Work instruction:
Please repeat the records exactly from their first line, finishing at the line containing "bar, only the summary." and including it.

*** Block opens ***

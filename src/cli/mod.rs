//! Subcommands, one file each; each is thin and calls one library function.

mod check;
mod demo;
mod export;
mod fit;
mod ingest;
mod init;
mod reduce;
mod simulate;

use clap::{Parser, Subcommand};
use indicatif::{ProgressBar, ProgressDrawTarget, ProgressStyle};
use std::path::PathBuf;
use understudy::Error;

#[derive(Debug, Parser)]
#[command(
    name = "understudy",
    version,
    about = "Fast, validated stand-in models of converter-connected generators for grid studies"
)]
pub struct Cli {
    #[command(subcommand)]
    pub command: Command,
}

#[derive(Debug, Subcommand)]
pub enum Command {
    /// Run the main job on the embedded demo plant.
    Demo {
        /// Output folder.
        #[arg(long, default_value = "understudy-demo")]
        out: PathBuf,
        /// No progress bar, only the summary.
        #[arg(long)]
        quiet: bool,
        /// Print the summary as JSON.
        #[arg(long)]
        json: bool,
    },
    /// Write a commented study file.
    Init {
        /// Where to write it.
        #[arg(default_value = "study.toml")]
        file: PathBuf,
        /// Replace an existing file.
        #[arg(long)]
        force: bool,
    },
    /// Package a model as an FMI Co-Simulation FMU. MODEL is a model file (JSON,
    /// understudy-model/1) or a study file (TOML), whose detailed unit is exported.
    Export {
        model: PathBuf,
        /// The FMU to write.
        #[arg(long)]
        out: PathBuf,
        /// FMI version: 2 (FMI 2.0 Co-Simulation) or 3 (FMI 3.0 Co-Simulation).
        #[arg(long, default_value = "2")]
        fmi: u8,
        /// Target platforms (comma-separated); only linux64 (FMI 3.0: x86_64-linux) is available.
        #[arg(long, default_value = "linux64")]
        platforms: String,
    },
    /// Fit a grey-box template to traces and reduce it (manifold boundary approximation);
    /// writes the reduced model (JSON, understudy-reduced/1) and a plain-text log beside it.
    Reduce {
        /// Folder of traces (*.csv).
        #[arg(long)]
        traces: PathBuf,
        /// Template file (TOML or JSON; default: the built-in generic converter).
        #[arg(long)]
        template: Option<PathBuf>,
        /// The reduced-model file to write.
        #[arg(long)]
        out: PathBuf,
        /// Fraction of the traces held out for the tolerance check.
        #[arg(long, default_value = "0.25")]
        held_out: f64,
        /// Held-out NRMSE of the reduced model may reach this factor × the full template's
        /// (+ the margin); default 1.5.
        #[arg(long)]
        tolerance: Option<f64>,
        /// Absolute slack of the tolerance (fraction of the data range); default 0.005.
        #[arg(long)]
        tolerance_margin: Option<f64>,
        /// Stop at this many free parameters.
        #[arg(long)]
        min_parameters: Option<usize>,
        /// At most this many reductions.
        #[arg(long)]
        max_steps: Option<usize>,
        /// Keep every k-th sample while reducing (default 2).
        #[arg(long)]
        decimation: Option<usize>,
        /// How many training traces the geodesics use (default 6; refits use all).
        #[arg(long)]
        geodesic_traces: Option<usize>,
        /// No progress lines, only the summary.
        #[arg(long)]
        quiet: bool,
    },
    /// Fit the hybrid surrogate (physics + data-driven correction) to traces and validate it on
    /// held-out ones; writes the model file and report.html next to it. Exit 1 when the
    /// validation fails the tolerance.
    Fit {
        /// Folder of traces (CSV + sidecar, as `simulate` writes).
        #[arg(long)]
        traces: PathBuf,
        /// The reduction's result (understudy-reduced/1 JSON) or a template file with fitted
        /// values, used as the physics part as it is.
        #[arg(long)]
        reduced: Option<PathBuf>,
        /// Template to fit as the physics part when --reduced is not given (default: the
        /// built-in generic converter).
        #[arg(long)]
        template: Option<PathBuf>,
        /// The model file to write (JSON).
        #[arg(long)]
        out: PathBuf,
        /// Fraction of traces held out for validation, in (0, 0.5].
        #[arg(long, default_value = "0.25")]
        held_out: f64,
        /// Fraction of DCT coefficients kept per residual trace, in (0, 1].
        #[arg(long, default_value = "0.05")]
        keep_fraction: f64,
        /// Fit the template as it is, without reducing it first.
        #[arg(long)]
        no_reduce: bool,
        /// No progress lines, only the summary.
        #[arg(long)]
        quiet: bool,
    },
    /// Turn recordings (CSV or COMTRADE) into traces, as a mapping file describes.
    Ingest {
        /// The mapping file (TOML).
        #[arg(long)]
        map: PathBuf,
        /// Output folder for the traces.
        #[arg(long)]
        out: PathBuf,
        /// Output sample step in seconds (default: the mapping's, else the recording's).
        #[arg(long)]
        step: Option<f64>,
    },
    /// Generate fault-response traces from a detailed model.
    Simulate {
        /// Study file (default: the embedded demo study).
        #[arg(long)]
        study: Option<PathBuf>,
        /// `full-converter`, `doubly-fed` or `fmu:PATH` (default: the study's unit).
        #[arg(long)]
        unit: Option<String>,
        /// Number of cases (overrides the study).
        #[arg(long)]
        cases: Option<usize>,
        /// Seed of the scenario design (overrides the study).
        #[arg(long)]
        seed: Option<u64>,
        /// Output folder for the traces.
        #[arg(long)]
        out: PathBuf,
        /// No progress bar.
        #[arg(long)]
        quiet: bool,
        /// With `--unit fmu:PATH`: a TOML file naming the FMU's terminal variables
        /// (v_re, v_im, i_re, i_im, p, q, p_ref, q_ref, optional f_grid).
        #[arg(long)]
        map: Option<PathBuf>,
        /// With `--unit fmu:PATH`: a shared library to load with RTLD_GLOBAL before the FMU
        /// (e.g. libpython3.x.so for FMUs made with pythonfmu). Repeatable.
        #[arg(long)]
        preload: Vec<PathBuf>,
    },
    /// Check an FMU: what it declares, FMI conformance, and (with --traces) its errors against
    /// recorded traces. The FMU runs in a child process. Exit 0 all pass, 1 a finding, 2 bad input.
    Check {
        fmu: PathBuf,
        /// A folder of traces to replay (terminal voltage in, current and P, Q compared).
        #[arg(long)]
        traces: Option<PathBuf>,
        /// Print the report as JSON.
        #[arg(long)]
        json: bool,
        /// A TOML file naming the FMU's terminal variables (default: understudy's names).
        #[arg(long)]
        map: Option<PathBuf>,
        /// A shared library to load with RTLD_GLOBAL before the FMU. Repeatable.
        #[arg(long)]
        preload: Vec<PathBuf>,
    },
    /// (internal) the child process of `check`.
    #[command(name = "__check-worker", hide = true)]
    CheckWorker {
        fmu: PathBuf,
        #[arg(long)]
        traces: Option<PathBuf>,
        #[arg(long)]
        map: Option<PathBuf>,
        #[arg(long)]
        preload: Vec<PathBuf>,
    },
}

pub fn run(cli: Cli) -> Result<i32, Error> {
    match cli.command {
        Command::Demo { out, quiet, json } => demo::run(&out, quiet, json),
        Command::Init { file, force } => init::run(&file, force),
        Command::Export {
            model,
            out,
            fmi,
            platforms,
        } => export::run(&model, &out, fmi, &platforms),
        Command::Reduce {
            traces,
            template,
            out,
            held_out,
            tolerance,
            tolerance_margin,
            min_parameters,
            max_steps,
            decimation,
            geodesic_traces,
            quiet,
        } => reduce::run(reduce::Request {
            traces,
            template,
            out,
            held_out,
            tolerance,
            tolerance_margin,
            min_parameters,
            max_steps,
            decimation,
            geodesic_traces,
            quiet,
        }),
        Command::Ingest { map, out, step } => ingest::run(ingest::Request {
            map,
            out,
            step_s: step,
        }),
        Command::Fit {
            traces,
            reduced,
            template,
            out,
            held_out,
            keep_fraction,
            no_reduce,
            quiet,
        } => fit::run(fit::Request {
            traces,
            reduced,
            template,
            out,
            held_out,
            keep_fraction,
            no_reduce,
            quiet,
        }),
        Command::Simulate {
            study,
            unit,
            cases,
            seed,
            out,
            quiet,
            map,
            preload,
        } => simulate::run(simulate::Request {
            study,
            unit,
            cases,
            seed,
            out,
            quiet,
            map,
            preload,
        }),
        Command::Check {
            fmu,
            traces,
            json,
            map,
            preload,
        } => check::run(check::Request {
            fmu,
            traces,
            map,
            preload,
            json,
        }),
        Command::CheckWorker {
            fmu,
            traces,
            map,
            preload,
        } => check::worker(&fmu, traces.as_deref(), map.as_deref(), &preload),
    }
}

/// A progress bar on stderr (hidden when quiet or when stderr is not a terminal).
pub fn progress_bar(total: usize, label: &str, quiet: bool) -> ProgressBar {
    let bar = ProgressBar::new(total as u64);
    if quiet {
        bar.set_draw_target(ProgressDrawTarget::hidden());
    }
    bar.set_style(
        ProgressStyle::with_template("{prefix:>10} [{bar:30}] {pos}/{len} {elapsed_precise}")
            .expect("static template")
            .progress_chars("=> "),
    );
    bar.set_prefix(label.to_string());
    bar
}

*** Block closes ***

Output of the exercise:
filename src/cli/mod.rs
//! Subcommands, one file each; each is thin and calls one library function.

mod check;
mod demo;
mod export;
mod fit;
mod ingest;
mod init;
mod reduce;
mod simulate;

use clap::{Parser, Subcommand};
use indicatif::{ProgressBar, ProgressDrawTarget, ProgressStyle};
use std::path::PathBuf;
use understudy::Error;

#[derive(Debug, Parser)]
#[command(
    name = "understudy",
    version,
    about = "Fast, validated stand-in models of converter-connected generators for grid studies"
)]
pub struct Cli {
    #[command(subcommand)]
    pub command: Command,
}

#[derive(Debug, Subcommand)]
pub enum Command {
    /// Run the main job on the embedded demo plant.
    Demo {
        /// Output folder.
        #[arg(long, default_value = "understudy-demo")]
        out: PathBuf,
        /// No progress bar, only the summary.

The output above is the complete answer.